JH – Prototype is getting near complete. There’s a bit on jank, where a process has to babysit the QCA snowflake and error cycle.
JH – Did some binning to try to get good or bad torsion profiles. But the logic had trouble separating the good from bad.
DM – Probably better to move quickly rather than worrying about miscategorizing a few cases. It seems inevitable that a really good binning system will require a lot of human review.
JH – I’ll send out a summary of what I’m finding now, and which molecules/parameters are good/bad
JH – Not sure how FB internals work. Is there preference toward matching minima? Is there an energy cutoff?
DM – Yes, but not sure about the specific details.
DM – Basically, matching minima is most important, followed by getting low barrier heights right, and making sure impassably large barriers remain impassable.
JA – So barrier heights near kT are important, anything much higher is less important.
JA – Looking at these plots, the RMSD may be covering up some details, so it may be better to check out the maximum deviation for each molecule.
DM – When I look by eye, I largely want to see if the “shape is the same”. So if there’s a different number of peaks or minima, the I suspect that sterics are causing trouble.

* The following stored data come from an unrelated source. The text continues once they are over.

"""What each sample is for, and which candidates no plan on these levers can tell apart.

Both rest on the same trial: readings without noise from one candidate, every other candidate fitted
to them as well as it can. What is left between the two, in standard deviations of the reading, is what
a sample contributes to telling them apart.
"""

from __future__ import annotations

from dataclasses import dataclass
from itertools import combinations

import numpy as np

from designer import virtual
from designer.arrays import jax, jnp
from designer.evidence import Point
from designer.likelihood import Design, Readings, limits
from designer.outcomes import Inseparable
from designer.signals import Law, Signal
from designer.virtual import Bench

DRAWS = 8  # truths of each candidate tried when two are said to predict the same
SAME = 0.1  # nats left after the rival's best refit, below which two candidates predict the same
APART = 2.0  # nats at which a freed condition is said to separate them
FACTOR, KELVIN = 2.0, 10.0  # by which a fixed condition is freed
HARD = 10.0  # separation (in squared SD) that makes a pair easy
HOPELESS = 30.0  # nats left after the refit, beyond which a rival's refit means nothing
TELLING = 1.5  # SD a sample must contribute to be said to separate
CLEARLY = 0.1  # and the share of its pair's separation, against its share of what is learned of the constant


@dataclass(frozen=True)
class Contrast:
    """means (truth, rival, run, time, signal): the rival's best refit to the truth's noiseless readings,
    the truth's own on the diagonal; variance likewise; left (truth, rival): nats left after the refit;
    seen: the means held at the limits of what can be read."""

    means: np.ndarray
    variances: np.ndarray
    left: np.ndarray
    seen: np.ndarray


def _signals(law: Law, design: Design, point: Point) -> Signal:
    read = jax.vmap(law.read, in_axes=(None, 0, 0, 0))
    many = jax.vmap(lambda u, z: read(u, z, design.conditions, design.times))
    return jax.jit(many)(point.u, point.z)


def _own(law: Law, design: Design, u: np.ndarray) -> tuple[Readings, Signal]:
    """Noiseless readings of each draw, without errors of the runs."""
    z = jnp.zeros((len(u), len(design.times), len(law.errors)))
    signal = _signals(law, design, Point(u, z))
    lowest, highest = limits(law)
    side = np.where(signal.mean < lowest, -1.0, np.where(signal.mean > highest, 1.0, 0.0))
    values = np.where(side == 0, signal.mean, np.clip(signal.mean, lowest, highest))
    return Readings(values, side), signal


def contrast(bench: Bench, design: Design, truth: int, u: np.ndarray) -> Contrast:
    """Fit every listed candidate to noiseless readings of candidate ``truth`` (index among the listed) at
    draws ``u`` (draw, structural); the axes "truth" of the result are these draws."""
    law = bench.laws[bench.listed[truth]]
    readings, own = _own(law, design, u)
    masked = np.asarray(design.mask)
    least = (masked * np.log(2 * np.pi * np.asarray(own.variance)) / 2 * (readings.side == 0)).sum((1, 2, 3))
    means, variances, left = [], [], []
    for row, index in enumerate(bench.listed):
        if row == truth:
            means.append(np.asarray(own.mean))
            variances.append(np.asarray(own.variance))
            left.append(np.zeros(len(u)))
            continue
        fit = bench.kernels[index].fit(design, readings)
        signal = _signals(bench.laws[index], design, Point(fit.u, fit.z))
        means.append(np.asarray(signal.mean))
        variances.append(np.asarray(signal.variance))
        left.append(np.maximum(fit.loss - (fit.u**2).sum(1) / 2 - least, 0.0))
    stacked = np.stack(means, 1)
    seen = np.clip(stacked, *limits(law))
    return Contrast(stacked, np.stack(variances, 1), np.stack(left, 1), seen)


def inseparable(bench: Bench, design: Design, seed: int) -> tuple[Inseparable, ...]:
    """Pairs that predict the same, whichever is true, and the fixed conditions that would separate them."""
    left = _left(bench, design, seed)
    found = []
    for a, b in combinations(range(len(bench.listed)), 2):
        if max(left[a, b], left[b, a]) >= SAME:
            continue
        levers = [
            name
            for name, freed in _freed(bench, design)
            if min(_pair(bench, freed, seed, a, b), _pair(bench, freed, seed, b, a)) > APART
        ]
        names = [bench.laws[bench.listed[i]].candidate.name for i in (a, b)]
        found.append(Inseparable(names[0], names[1], tuple(levers)))
    return tuple(found)


def _draws(bench: Bench, seed: int, truth: int) -> np.ndarray:
    law = bench.laws[bench.listed[truth]]
    u = virtual.stream(seed, law.candidate, "purposes").standard_normal((DRAWS, len(law.structural)))
    u[0] = 0.0
    return u


def _left(bench: Bench, design: Design, seed: int) -> np.ndarray:
    """Median nats left between each truth (row) and rival (column)."""
    rows = [
        np.median(contrast(bench, design, truth, _draws(bench, seed, truth)).left, axis=0)
        for truth in range(len(bench.listed))
    ]
    return np.stack(rows)


def _pair(bench: Bench, design: Design, seed: int, truth: int, rival: int) -> float:
    return float(np.median(contrast(bench, design, truth, _draws(bench, seed, truth)).left[:, rival]))


def _freed(bench: Bench, design: Design) -> list[tuple[str, Design]]:
    """The design with each fixed condition raised in every second run of its own."""
    carried = len(bench.axes.carried.times)
    found = []
    for index, condition in enumerate(bench.study.conditions):
        if not condition.is_fixed or condition.low <= 0:
            continue
        conditions = np.array(design.conditions)
        rows = np.arange(carried, len(conditions))
        rows = rows[1::2] if len(rows) > 1 else rows
        if condition.name == "temperature":
            conditions[rows, index] += KELVIN
        else:
            conditions[rows, index] *= FACTOR
        found.append((condition.name, design._replace(conditions=conditions)))
    return found


@dataclass(frozen=True)
class Purpose:
    """What one sample is for: the pair it separates best (indices among the listed; None where it serves
    the constant), the signal, and what each of the pair predicts there."""

    pair: tuple[int, int] | None
    signal: int
    values: tuple[float, float]


def purposes(bench: Bench, design: Design) -> list[list[Purpose]]:
    """Purpose of every place of the time axis, run by run (carried runs left out)."""
    count = len(bench.listed)
    trials = [
        contrast(bench, design, truth, np.zeros((1, len(bench.laws[bench.listed[truth]].structural))))
        for truth in range(count)
    ]
    mask = np.asarray(design.mask)
    gap = np.zeros((count, count, *mask.shape))
    for truth, trial in enumerate(trials):
        for rival in range(count):
            if rival != truth:
                difference = trial.seen[0, rival] - trial.seen[0, truth]
                gap[truth, rival] = mask * difference**2 / trial.variances[0, truth]
    whole = gap.sum((2, 3, 4))
    # a share of what separates the pair, pairs that are hard to tell apart counting most
    hardest = np.min(whole[~np.eye(count, dtype=bool)], initial=np.inf) if count > 1 else 0.0
    weight = (hardest + HARD) / (whole + HARD) ** 2
    score = gap * weight[:, :, None, None, None]
    on_constant = _information_on_constant(bench, design)
    carried = len(bench.axes.carried.times)
    table = []
    for run in range(carried, len(mask)):
        table.append([_purpose(gap, score, on_constant, trials, run, t) for t in range(mask.shape[1])])
    return table


def _purpose(
    gap: np.ndarray,
    score: np.ndarray,
    on_constant: np.ndarray,
    trials: list[Contrast],
    run: int,
    time: int,
) -> Purpose:
    here = score[:, :, run, time]
    truth, rival, signal = np.unravel_index(here.argmax(), here.shape)
    apart = np.sqrt(gap[truth, rival, run, time, signal])
    if apart < TELLING or here.max() < CLEARLY * on_constant[run, time]:
        return Purpose(None, int(signal), (np.nan, np.nan))
    trial = trials[truth]
    values = (
        float(trial.means[0, truth, run, time, signal]),
        float(trial.means[0, rival, run, time, signal]),
    )
    return Purpose((int(truth), int(rival)), int(signal), values)


def _information_on_constant(bench: Bench, design: Design) -> np.ndarray:
    """Share of the information on the first structural constant that each place carries, averaged over the
    listed laws: (run, time)."""
    total = np.zeros(np.shape(design.mask)[:2])
    step = 1e-3
    for index, odds in zip(bench.listed, bench.odds, strict=True):
        law = bench.laws[index]
        if not law.structural:
            continue
        z = np.zeros((2, len(design.times), len(law.errors)))
        u = np.zeros((2, len(law.structural)))
        u[:, _asked_place(bench, law)] = (step, -step)
        signal = _signals(law, design, Point(u, z))
        slope = (signal.mean[0] - signal.mean[1]) / (2 * step)
        each = np.asarray((design.mask * slope**2 / signal.variance[0]).sum(-1))
        total += odds * each / max(each.sum(), 1e-300)
    return total


def _asked_place(bench: Bench, law: Law) -> int:
    names = [name for name, _ in bench.asked if name in law.structural]
    return law.structural.index(names[0]) if names else 0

In those cases, we would want to avoid including those high-steric-energy structures in the torsion fitting.
JA – Some measure of curvature may be the best way to go here, and deconvoluting the energy contributions.
JH – Yes, I think that signed curvature is a useful metric here.
DM – What logic is applied to the curvature?
JH – Yes, we do al allclose comparison between the two arrays
DM – It may be good to downweight points based on extremely nonsmooth points in the MM energy landscape
JH – Concerned about waste and miscategorization close to the cutoff – Lots of good stuff could be thrown out near the barrier
JA – It’d be good to see the steric energies on the plots.
JW – We could list all possible directions and try to sort to find the ones with the highest returns first
DM – Point filter could be a generic “black box” function that we implement minimally now, and future refinements could just work on improving this box.
(General) – In bespoke workflow, could use a similar black box function to look at QM torsion scan and see if some poitns should be removed.
Bespoke workflow architecture
4 processes:
bespoke.py
ForceBalance
Archive manager
Archive worker manager
Archive worker(s)
ANI jobs take 30 seconds each
Conda environment should be consistent – Could put package up on omnia/label/rc
Chemper utility/future?
JW – Would we imagine using bespoke fits to all torsion drives followed by Chemper collapsing to make a FF?
DM – Two shortcomings of that would be 1) we don’t have complete coverage of chemical space and 2) we’d need to develop a metric of when two parameters are “close enough” to be merged.
JH – How should I evaluate whether bespoke fits are improving the models?
JH – Previously we did conformer energy ranking, coupled with high temperature MD.
DM – Could also optimize geometries that didn’t appear in scan and see if new minima are correctly ranked
DM – Binding free energies are the ultimate goal, but it’ll be hard to use that as a benchmark, and may be misleading. Could talk to JC or HBM to try putting bespoke fits in place of where they’ve used ANI or other FFs in their benchmarking.